# Solved: Changing default command prompt



## Solved22 (Aug 28, 2010)

I would be most grateful for help and advice on how to change the command prompt default startup directory.
Thank you for your kind consideration of my request.


----------



## Ent (Apr 11, 2009)

If you right click a shortcut to the command prompt and go to properties, you can modify the startin box to point to the folder you want to be the default start. This only affects the command prompt when you used that shortcut. I have a shortcut to CMD in my quick launch bar which is the fastest route to the program, so that's my preferred option.

Also of interest, if you press shift when you right click on a folder you have an option "open a command line window here".

There may be a way to change the default directory for the whole program but I don't know what that would be.


----------



## Solved22 (Aug 28, 2010)

Ent said:


> If you right click a shortcut to the command prompt and go to properties, you can modify the startin box to point to the folder you want to be the default start. This only affects the command prompt when you used that shortcut. I have a shortcut to CMD in my quick launch bar which is the fastest route to the program, so that's my preferred option.
> 
> Also of interest, if you press shift when you right click on a folder you have an option "open a command line window here".
> 
> There may be a way to change the default directory for the whole program but I don't know what that would be.


Thanks a million for your most kind help. The modification to the startin box worked well - just as you advised!
I would be most grateful for your further help and instructions on the "open a command line window here" part. On my PC I dont get the option to "open a command line window here" when shift is pressed while right clicking on a folder icon.
Once again thanks a lot for your most kind help.


----------



## Ent (Apr 11, 2009)

I'm not sure whether that feature is built into XP. It's something I learned from theOutcaste here and I checked it on Vista, where Shift + right click adds that entry to the menu. If it you can't make it work I guess it's probably Vista specific.


----------



## Solved22 (Aug 28, 2010)

Ent said:


> I'm not sure whether that feature is built into XP. It's something I learned from theOutcaste here and I checked it on Vista, where Shift + right click adds that entry to the menu. If it you can't make it work I guess it's probably Vista specific.


Many thanks for your continuing help and the recent information.
I had read that setting Shortcut Keys can open Cmd.exe from the keyboard. May I please request your kind help with this, if possible?
I remain most grateful for your kind advice and help.


----------



## Squashman (Apr 4, 2003)

That was an XP Power Toy.
http://www.microsoft.com/windowsxp/downloads/powertoys/xppowertoys.mspx

Here is another option for changing the default directory.
http://windowsxp.mvps.org/autoruncmd.htm


----------



## TheOutcaste (Aug 8, 2007)

Ent said:


> I'm not sure whether that feature is built into XP. It's something I learned from theOutcaste here and I checked it on Vista, where Shift + right click adds that entry to the menu. If it you can't make it work I guess it's probably Vista specific.

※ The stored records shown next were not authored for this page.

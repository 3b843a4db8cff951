"""The bound-state mass: λ(P² = −M²) = 1 by a bracketing root finder, with the λ(P²)
curve kept and failure modes that say what happened.
"""

from __future__ import annotations

from dataclasses import dataclass, field

import numpy as np


class NoBoundState(RuntimeError):
    """No eigenvalue reaches 1 in the accessible mass range."""


@dataclass
class EigenCurve:
    """λ(M) evaluations in the order they were made (the leading eigenvalue)."""

    masses: list[float] = field(default_factory=list)
    eigenvalues: list[float] = field(default_factory=list)

    def add(self, m: float, lam: float):
        self.masses.append(float(m))
        self.eigenvalues.append(float(lam))

    def sorted(self) -> tuple[np.ndarray, np.ndarray]:
        o = np.argsort(self.masses)
        return np.asarray(self.masses)[o], np.asarray(self.eigenvalues)[o]


@dataclass(frozen=True)
class MassSolution:
    mass_gev: float
    eigenvector: np.ndarray = field(repr=False)
    curve: EigenCurve = field(repr=False)
    evaluations: int
    bracket: tuple[float, float]


class Leading:
    """λ(M) with warm-started eigenvectors; records the curve."""

    def __init__(self, bs):
        self.bs = bs
        self.curve = EigenCurve()
        self.vec = None
        self.vecs: dict[float, np.ndarray] = {}

    def __call__(self, m: float) -> float:
        vals, vecs = self.bs.eigen(m, k=1, v0=self.vec)
        lam = float(vals[0].real)
        if not np.isfinite(lam):
            raise FloatingPointError(f"eigenvalue at M = {m} is not finite")
        self.vec = vecs[:, 0]
        self.vecs[float(m)] = self.vec
        self.curve.add(m, lam)
        return lam


def find_mass(bs, guess: float, m_max: float, *, step: float = 0.15, xtol: float = 1e-9,
              m_floor: float = 1e-3) -> MassSolution:
    """Root of λ(M) − 1 for M in (m_floor, m_max), starting near ``guess``.

    A bracket is grown geometrically from the guess (λ usually rises with M); if none is
    found below M_max, ``NoBoundState`` gives the largest λ reached and M_max.
    """
    lead = Leading(bs)
    if not 0 < guess < m_max:
        guess = 0.5 * m_max
    lo, hi = guess * (1 - step), min(guess * (1 + step), 0.999 * m_max)
    f_lo, f_hi = lead(lo) - 1.0, lead(hi) - 1.0
    it = 0
    while f_lo * f_hi > 0 and it < 40:
        it += 1
        if f_lo > 0 and f_hi > 0:  # both above 1: go down
            if lo <= m_floor:
                break
            hi, f_hi = lo, f_lo
            lo = max(m_floor, lo * (1 - 2 * step))
            f_lo = lead(lo) - 1.0
        else:  # both below 1: go up
            if hi >= 0.999 * m_max:
                break
            lo, f_lo = hi, f_hi
            hi = min(0.999 * m_max, hi * (1 + 2 * step))
            f_hi = lead(hi) - 1.0
    if f_lo * f_hi > 0:
        ms, ls = lead.curve.sorted()
        raise NoBoundState(
            f"no eigenvalue of the {bs.channel.name} BSE reaches 1 for M in "
            f"[{ms.min():.4g}, {ms.max():.4g}] GeV: the largest λ reached is {ls.max():.6g}; "
            f"M_max = {m_max:.4g} GeV")
    m = _bracketed_root(lead, lo, f_lo, hi, f_hi, xtol)
    vec = lead.vecs.get(m)
    if vec is None:
        lead(m)
        vec = lead.vec
    return MassSolution(mass_gev=m, eigenvector=vec, curve=lead.curve,
                        evaluations=len(lead.curve.masses), bracket=(lo, hi))


def _bracketed_root(f, lo, f_lo, hi, f_hi, xtol, max_iter=60):
    """Root of f(M) − 1 in [lo, hi] by inverse interpolation in P² = −M² (λ is close to
    linear in M²), kept inside the bracket, bisecting when a step does not shrink it."""
    pts = [(lo * lo, f_lo), (hi * hi, f_hi)]
    a, fa, b, fb = lo * lo, f_lo, hi * hi, f_hi
    x = None
    for _ in range(max_iter):
        if len(pts) >= 3:
            (x0, y0), (x1, y1), (x2, y2) = pts[-3:]
            try:
                x = (x0 * y1 * y2 / ((y0 - y1) * (y0 - y2)) + x1 * y0 * y2 / ((y1 - y0) * (y1 - y2))
                     + x2 * y0 * y1 / ((y2 - y0) * (y2 - y1)))
            except ZeroDivisionError:
                x = None
        if x is None or not (min(a, b) < x < max(a, b)):
            x = b - fb * (b - a) / (fb - fa)
        if not (min(a, b) < x < max(a, b)):
            x = 0.5 * (a + b)
        fx = f(np.sqrt(x)) - 1.0
        pts.append((x, fx))
        if fx == 0.0:
            return float(np.sqrt(x))
        if fa * fx < 0:
            b, fb = x, fx
        else:
            a, fa = x, fx
        step = abs(pts[-1][0] - pts[-2][0]) if len(pts) > 1 else abs(b - a)
        if step < 2 * xtol * np.sqrt(x) or abs(b - a) < 2 * xtol * np.sqrt(x):
            return float(np.sqrt(x))
        x = None
    return float(np.sqrt(x if x is not None else 0.5 * (a + b)))
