@partial(jax.jit, static_argnames=("form", "n_nodes", "n_u"))
def _moments_block(form, jparams, p, t_f, w_f, idx, lag, level, half_t, x_t, s2w_t, n_nodes: int,
                   n_u: int):
    """μ_l[f] = ∫ sin²θ U_l(cos θ) f(k²) dθ for l < n_u and f ∈ {g, g p²/k², g pq/k², g q²/k²},
    with the radial measure and product integration onto the nodes: (T, N, n_u, 4)."""
    q2 = jnp.exp(t_f)
    q = jnp.sqrt(q2)
    half = half_t[level]
    x = x_t[level]
    s2w = s2w_t[level]
    pq = p[:, None] * q
    dpq = p[:, None] - q
    k2 = dpq[..., None] ** 2 + 4.0 * pq[..., None] * half
    gk = form.g(k2, jparams) * s2w
    p2 = (p * p)[:, None]
    gk2 = gk / k2
    f = jnp.stack([gk, gk2 * p2[..., None], gk2 * pq[..., None], gk2 * q2[..., None]], axis=-1)
    us = [jnp.ones_like(x), 2.0 * x]
    for _ in range(2, n_u):
        us.append(2.0 * x * us[-1] - us[-2])
    u = jnp.stack(us[:n_u], axis=-1)  # (T,F,n,L)
    mom = jnp.einsum("tfnc,tfnl->tflc", f, u)
    # χ(q) is interpolated as ψ(q) = (μ² + q²)² χ(q) (μ² = 1 GeV²): constant in the
    # infrared and a slow power in the ultraviolet, where χ itself falls like q⁻⁶; the
    # node factor (μ² + q_j²)² is applied by the caller.
    meas = (q2 * q2 / (1.0 + q2) ** 2 / 2.0) / (2.0 * math.pi) ** 4 * w_f  # (T,F)
    contrib = (mom * meas[..., None, None])[:, :, None] * lag[..., None, None]
    T = p.shape[0]
    tt = jnp.broadcast_to(jnp.arange(T)[:, None, None], idx.shape)
    return jnp.zeros((T, n_nodes) + mom.shape[2:], dtype=mom.dtype).at[tt, idx].add(contrib)


_MOMENT_CACHE: dict = {}


def moments(kernel: Kernel, grid: LadderGrid, n_l: int, n_s: int, block: int = 8):
    """Λ[term, s, l, p, q] = 4π/(l+1) ∫ sin²θ x^s U_l f_term ... on the radial nodes.

    Computed once per (kernel, grid) for the largest (n_l, n_s) asked so far and sliced,
    so the quark and meson operators on one grid share it.
    """
    key = (kernel.form, tuple(sorted((k, float(v)) for k, v in kernel.params.items())), grid)
    hit = _MOMENT_CACHE.get(key)
    if hit is not None and hit[0] >= n_l and hit[1] >= n_s:
        return hit[2][:, :n_s, :n_l]
    if hit is not None:
        n_l, n_s = max(n_l, hit[0]), max(n_s, hit[1])
    mu = _raw_moments(kernel, grid, n_l + n_s - 1, block)[0]  # (P, Q, n_u, 4)
    lam = _lam_from_mu(mu, grid.radial.q2, n_l, n_s)
    if len(_MOMENT_CACHE) > 8:
        _MOMENT_CACHE.clear()
    _MOMENT_CACHE[key] = (n_l, n_s, lam)
    return lam


def _raw_moments(kernel: Kernel, grid: LadderGrid, n_u: int, block: int, pairs=None):
    """[μ (P, Q, n_u, 4)] of ``_moments_block`` on the grid's nodes for each (form,
    jparams) of ``pairs`` (default: the kernel's own), on one set of rules."""
    from ..quark.selfenergy import RuleSet, fine_levels

    rad = grid.radial
    pabs = np.sqrt(rad.q2)
    levels = fine_levels(kernel, rad)
    tabs = qd.angular_tables(grid.angular_half)
    tables = tuple(jnp.asarray(tabs[k]) for k in ("half", "x", "s2w"))
    pairs = [(kernel.form, kernel.jparams())] if pairs is None else pairs
    k_res = kernel.resolution_gev
    T = pabs.size
    nb = -(-T // block)
    pp = np.concatenate([pabs, np.full(nb * block - T, pabs[-1])])
    outs = [[] for _ in pairs]
    for b in range(nb):
        sl = pp[b * block:(b + 1) * block]
        rs = RuleSet(rad, sl * sl, k_res, levels, grid.fine_order)
        fr = rs.fine
        for (form, jp), out in zip(pairs, outs):
            out.append(_moments_block(form, jp, jnp.asarray(sl), fr.t, fr.w, fr.idx, fr.lag,
                                      rs.level, *tables, rad.size, n_u))
    return [np.asarray(jnp.concatenate(o)[:T]) for o in outs]


def _lam_from_mu(mu, qn2, n_l: int, n_s: int) -> np.ndarray:
    """Λ[term, s, l, p, q] from the angular moments μ (P, Q, n_u, 4): the node factor
    (1 + q²)² and x^s U_l = Σ a[l, l'] U_l' (linear in μ)."""
    T = mu.shape[0]
    mu = mu * ((1.0 + qn2) ** 2)[None, :, None, None]
    lam = np.empty((4, n_s, n_l, T, T))
    lfac = 4.0 * np.pi / (np.arange(n_l) + 1.0)
    for s in range(n_s):
        a = qd.times_z_power(n_l - 1, s)  # x^s U_l = Σ a[l, l'] U_l'
        lam[:, s] = np.einsum("lL,pqLc->clpq", a, mu[:, :, : n_l + s]) * lfac[None, :, None, None]
    return lam


def moment_sizes(channel: Channel, sign: float, n_z: int) -> tuple[int, int]:
    """(n_l, n_s) of the moments that ``build`` asks for this channel on n_z nodes."""
    _, db, ds = _polynomial_degrees(kernel_polynomials(channel, sign))
    return n_z + db, ds + 1


def moments_with_tangents(kernel: Kernel, grid: LadderGrid, n_l: int, n_s: int, directions, block: int = 8):
    """[Λ, dΛ/dθ per direction]: ``moments`` and its derivatives along ``directions``
    (dicts parameter name → tangent) in the interaction parameters, by forward-mode
    differentiation of g (``kernel.TangentForm``) on the same quadrature rules (built
    once; they follow ``kernel.resolution_gev`` and are held fixed).  Λ fills the moment
    cache, so operators built afterwards on this grid reuse it."""
    from .kernel import TangentForm

    pairs = [(kernel.form, kernel.jparams())] + [(TangentForm(kernel.form), kernel.jtangent(d)) for d in directions]
    out = [_lam_from_mu(mu, grid.radial.q2, n_l, n_s) for mu in _raw_moments(kernel, grid, n_l + n_s - 1, block, pairs)]
    key = (kernel.form, tuple(sorted((k, float(v)) for k, v in kernel.params.items())), grid)
    hit = _MOMENT_CACHE.get(key)
    if hit is None or hit[0] < n_l or hit[1] < n_s:
        if len(_MOMENT_CACHE) > 8:
            _MOMENT_CACHE.clear()
        _MOMENT_CACHE[key] = (n_l, n_s, out[0])
    return out


# ----------------------------------------------------------------------------------------
# The kernel as a factorised linear operator

def _polynomial_degrees(c: dict) -> tuple[int, int, int]:
    da = db = ds = 0
    for v in c.values():
        nz = np.argwhere(np.abs(v) > 0)
        if nz.size:
            da = max(da, nz[:, 2].max())
            db = max(db, nz[:, 3].max())
            ds = max(ds, nz[:, 4].max())
    return int(da), int(db), int(ds)


@dataclass(frozen=True)
class LadderOperator:
    """Maps χ on (j, z-node, q) to the projected Γ on (i, z-node, p) (no Z₂² factor).

    Applied in factorised form (Chebyshev moments, Funk–Hecke rows, polynomial
    coefficients), which costs about as much as a dense matrix–vector product but needs
    only the moments Λ in memory.  ``dense()`` materialises it for small grids.
    """

    channel: Channel
    grid: LadderGrid
    sign: float
    z: np.ndarray
    wz: np.ndarray
    arrays: tuple  # (lam, cst, amat, zpow, ul, ninv, proj) as jax arrays

    @property
    def shape(self):
        return (self.channel.n_basis, self.grid.n_z, self.grid.radial.size)

    @property
    def size(self):
        return int(np.prod(self.shape))

    def apply(self, chi):
        """Γ = K χ for χ of shape (n_b, n_z, n_q) (or a batch (..., n_b, n_z, n_q))."""
        return _apply(chi, *self.arrays)

    def dense(self) -> np.ndarray:
        eye = np.eye(self.size).reshape((self.size,) + self.shape)
        cols = [np.asarray(self.apply(jnp.asarray(eye[i:i + 256]))) for i in range(0, self.size, 256)]
        return np.concatenate(cols).reshape(self.size, self.size).T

It's Vista only. On Win 7 you don't need to press shift, but on XP you have to add it from the PowerToy collection at the link Squashman posted.

To add a keyboard shortcut, right click the shortvut, click Properties.
Click in the Shortcut box, then type the key you want. It will use *CTRL+ALT*+ that letter, or you can use *CTRL+SHIFT* or *ALT+SHIFT*, or all three.
Or put the shortcut into the Quick Launch toolbar, you can access them by pressing *WinKey+X*, where X is the number of the icon, starting at 1 going left to right.


----------